Hello! Yes, this name is “borrowed” from Sebastian Lague’s Coding Adventures.

In this series of dev logs in the form of blog posts I’ll explore how to create a toy LLM. By the end I expect to have a somewhat functional LLM with the following:

  • Being able to complete sentences in a coherent way (at the very least).
  • Chatting and being able to respond coherently with provided context.
  • Be able to deploy somewhere and share with other people (both code and weights).

I’ll explain how I’m gonna achieve each point and what they even mean, but I expect you to understand some of what is being said. I should also say that this is more of a devlog style than a tutorial.

Being able to complete sentences is the starting point if you wanna make something like this. This is what people call a base model: a model that’s trained on a significant amount of data to learn patterns and relations between the words of a language and be able to complete sentences in a way that makes at least some sense to a human.
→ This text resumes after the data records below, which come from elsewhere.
def _confirm_form(form: dict[str, str | Upload]) -> tuple[dict[str, str], str | None]:
    # a role set to "none" arrives as "" and stays empty (detection must not put it back)
    roles: dict[str, str] = {r: str(form.get(f"role_{r}") or "") for r in ROLES if f"role_{r}" in form}
    return roles, str(form.get("name") or "").strip() or None


def _expired(request: Request) -> HTMLResponse:
    expired = rosters_data(app_store(request), app_settings(request).upload_limit,
                           message="That upload has expired or was already imported; choose the file again.")
    return render(request, "rosters.html", expired, status=400, active="rosters")


@router.post("/rosters/review", response_class=HTMLResponse, name="roster_review", responses={**FORM_AGAIN, **GUARDS},
             openapi_extra=form_body({
                 "token": {"type": "string", "description": "the upload step's token"},
                 "name": {"type": "string"}, **_FILE_OPTIONS, **_ROLE_FIELDS, **_INTAKE_FIELDS,
             }, required=("token",)))
async def roster_review(request: Request) -> Response:
    """The dry run again with the analyst's choices (header row, roles, date reading, fiscal-year end); stores nothing."""
    form = await read_form(request)
    return await run_in_threadpool(_roster_review, request, form)


def _roster_review(request: Request, form: dict[str, str | Upload]) -> Response:
    store = app_store(request)
    token = str(form.get("token") or "")
    pending = app_uploads(request).get(token)
    if pending is None:
        return _expired(request)
    roles, name = _confirm_form(form)
    error: str | None = None
    into: int | None = None
    applied: str | None = None
    try:
        encoding, sheet = _file_options(form)
        header_row, order, fy_end = _intake_options(form)
        into = _into(form)
        if form.get("apply_profile") == "yes" and form.get("profile"):  # the profile replaces the choices above
            chosen = chosen_profile(store, str(form.get("profile")))
            roles, header_row, fy_end = dict(chosen.roles), chosen.header_row, chosen.fy_end
            order = cast(DateOrder, chosen.date_order)  # the store saves one of DATE_ORDERS only
            applied = chosen.name
        preview = preview_roster(pending.data, pending.filename, encoding=encoding, sheet=sheet, roles=roles,
                                 header_row=header_row)
    except RosterFileError as exc:
        encoding, sheet, header_row, order, fy_end, error = None, None, None, "auto", 12, str(exc)
        preview = preview_roster(pending.data, pending.filename)
        roles, applied = {}, None
    review, review_error = _try_review(pending.data, pending.filename, roles=roles or None, encoding=encoding,
                                       sheet=sheet, header_row=header_row, date_order=order, fy_end=fy_end)
    page = ConfirmPage(
        token=token, filename=pending.filename, preview=preview,
        roles={r: preview.roles.get(r) for r in ROLES}, name=name or default_roster_name(store, pending.filename),
        duplicate_of=same_file_roster(store, pending.data), error=error, header_row=preview.header_row,
        date_order=order, fy_end=fy_end, review=review, review_error=review_error, into=into,
        **_targets(store, preview.headers), **_profile_offer(store, preview.headers), profile=applied,
        save_profile=str(form.get("save_profile") or "")[:200],
    )
    return render(request, "roster_confirm.html", page, status=400 if error else 200, active="rosters")


@router.post("/rosters/confirm", name="roster_confirm", response_model=None, status_code=303,
             response_class=RedirectResponse, responses=redirect("the new roster's page", FORM_AGAIN, WORKER_LOST),
             openapi_extra=form_body({
                 "token": {"type": "string", "description": "the upload step's token"},
                 "name": {"type": "string"}, **_FILE_OPTIONS, **_ROLE_FIELDS, **_INTAKE_FIELDS,
                 "allow_same_file": {"type": "string", "enum": ["yes"],
                                     "description": "import a file whose bytes were imported before"},
             }, required=("token",)))
async def roster_confirm(request: Request) -> Response:
    """Last step: import with the choices the analyst reviewed; all rows land or none do."""
    form = await read_form(request)
    return await run_in_threadpool(_roster_confirm, request, form)
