def import_roster(
    store: Store, data: bytes, filename: str, *, name: str | None = None,
    roles: dict[str, str] | None = None, encoding: str | None = None, sheet: str | None = None,
    date_order: DateOrder = "auto", allow_same_file: bool = False, limits: ReadLimits = DEFAULT_LIMITS,
    today: date | None = None,
) -> ImportReport:
    """Read, validate and store a roster; all rows land in one transaction or none do.

    ``filename`` is a label only (default roster name, stored as the source name), never a path.
    Raises ``RosterFileError`` for a file that cannot be imported as a whole and
    ``DuplicateRosterError`` when the same bytes were imported before (unless ``allow_same_file``).
    """
    check_choice(date_order, DATE_ORDERS, "date_order")
    sha = file_fingerprint(data)
    if not allow_same_file:
        existing = store.find_roster_by_sha(sha)
        if existing is not None:
            raise DuplicateRosterError(existing)
    if name is not None and store.roster_name_taken(name):
        raise RosterFileError(f"A roster named {name!r} already exists; choose another name.")
    table = read_table(data, filename, encoding=encoding, sheet=sheet, limits=limits)
    resolved, notes = _resolve_roles(table.headers, roles)
    missing = _missing(resolved)
    if missing and not resolved and any(_DATA_LIKE.fullmatch(h) for h in table.headers):
        raise RosterFileError(
            f"The first row (line {table.header_line}) looks like data, not column names "
            f"({', '.join(table.headers[:4])}, ...); add a header row naming each column."
        )
    if missing:
        raise RosterFileError(
            f"No column was found for the {' and the '.join(missing)}; the headers are: "
            f"{', '.join(table.headers)}; choose the columns explicitly."
        )
    if not table.rows and not table.bad_rows:
        raise RosterFileError(f"The file has a header row (line {table.header_line}) but no data rows.")
    records, rejected, duplicates, messages = validate(table, resolved, date_order=date_order,
                                                       limits=limits, today=today)
    if records.empty and rejected:
        raise NoValidRowsError(rejected)
    roster = store.save_import(
        name=name or default_roster_name(store, filename), source_name=filename, sha256=sha,
        rows_total=len(records) + len(rejected) + duplicates, duplicates=duplicates, columns=resolved,
        records=records, rejected=rejected,
    )
    return ImportReport(
        roster=roster, rows=roster.rows_total, accepted=roster.accepted, rejected=roster.rejected,
        duplicates=duplicates, roles=resolved, encoding=table.encoding, delimiter=table.delimiter,
        sheet=table.sheet, messages=tuple(table.messages + notes + messages), rejected_rows=tuple(rejected),
    )


def rejected_rows_csv(rows: list[RejectedRow]) -> str:
    """The rejected rows as CSV (line, reason, raw) with formula injection neutralised."""
    return safe_csv(((r.line, r.reason, r.raw) for r in rows), ("line", "reason", "raw"))


# -- validation ----------------------------------------------------------------------------------
# Speed: a 100,000-row roster has few distinct values per typed column (years, dates, ages, flags), so
# each typed column is factorised once and parsed per distinct value; per-row Python work is limited
# to stripping free text, building the raw JSON, and wording the (rare) rejections.
class _Problems:
    """Reasons per row position; masks are mostly false, so only the hits cost Python time."""

    def __init__(self) -> None:
        self.by_row: dict[int, list[str]] = {}

    def add(self, mask: np.ndarray, message: str | Callable[[int], str]) -> None:
        for pos in np.flatnonzero(mask):
            text = message if isinstance(message, str) else message(int(pos))
            self.by_row.setdefault(int(pos), []).append(text)


#: roles parsed per distinct value; the free-text roles are only stripped
_TYPED_ROLES = ("year", "date", "reason", "age", "tenure", "interim")


@dataclass(frozen=True)
class _Column:
    """One column as (codes, distinct values stripped): value of row i is ``uniq[codes[i]]``."""

    codes: np.ndarray
    uniq: pd.Series

    @classmethod
    def of(cls, values: np.ndarray) -> _Column:
        codes, uniq = pd.factorize(values)
        return cls(codes, pd.Series([str(u).strip() for u in uniq], dtype=object))

    def take(self, per_value: pd.Series | np.ndarray) -> np.ndarray:
        return np.asarray(per_value)[self.codes]

    def value(self, pos: int) -> str:
        return str(self.uniq.iloc[self.codes[pos]])


def _worded(template: str, value: Callable[[int], object]) -> Callable[[int], str]:
    """A rejection message for row ``i``: ``template`` filled with ``value(i)``."""
    return lambda i: template.format(value(i))


def _numbers(s: pd.Series) -> pd.Series:
    # "3,5" is a decimal comma (semicolon-delimited European exports), not a thousands separator
    fixed = s.where(~s.str.fullmatch(r"-?\d+,\d+"), s.str.replace(",", ".", regex=False))
    num = pd.to_numeric(fixed.where(fixed != ""), errors="coerce").astype("float64")
    return num.where(num.abs() != float("inf"))


def _raw_json(headers: list[str], columns: list[np.ndarray]) -> list[str]:
    """``json.dumps(dict(zip(headers, row)), ensure_ascii=False)`` for every row, column-wise."""
    template = "{" + ", ".join(json.dumps(h, ensure_ascii=False).replace("%", "%%") + ": %s"
                               for h in headers) + "}"
    encoded = [list(map(encode_basestring, col)) for col in columns]
    return [template % r for r in zip(*encoded, strict=True)]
Making it able to chat is another big undertaking: it’s not as computationally involved as training the base model but we also need to procure a lot of high quality data. In this part we basically teach the model to output text in a very specific way by using a few special tokens and other techniques.

Also, being able to respond coherently with provided context: by that I mean being able to fetch documents from somewhere and inject them in some sort of prompt. This way, even though the chatbot is presented with a question it doesn’t know anything about (likely), it will be able to respond in a somewhat competent way.

The last point refers exactly to what it sounds like. Making the model code open source and allowing people to download the weights.

Ambitious? Maybe, but I think it will be a fun learning experience. I also have nothing better to do with my free time (lol).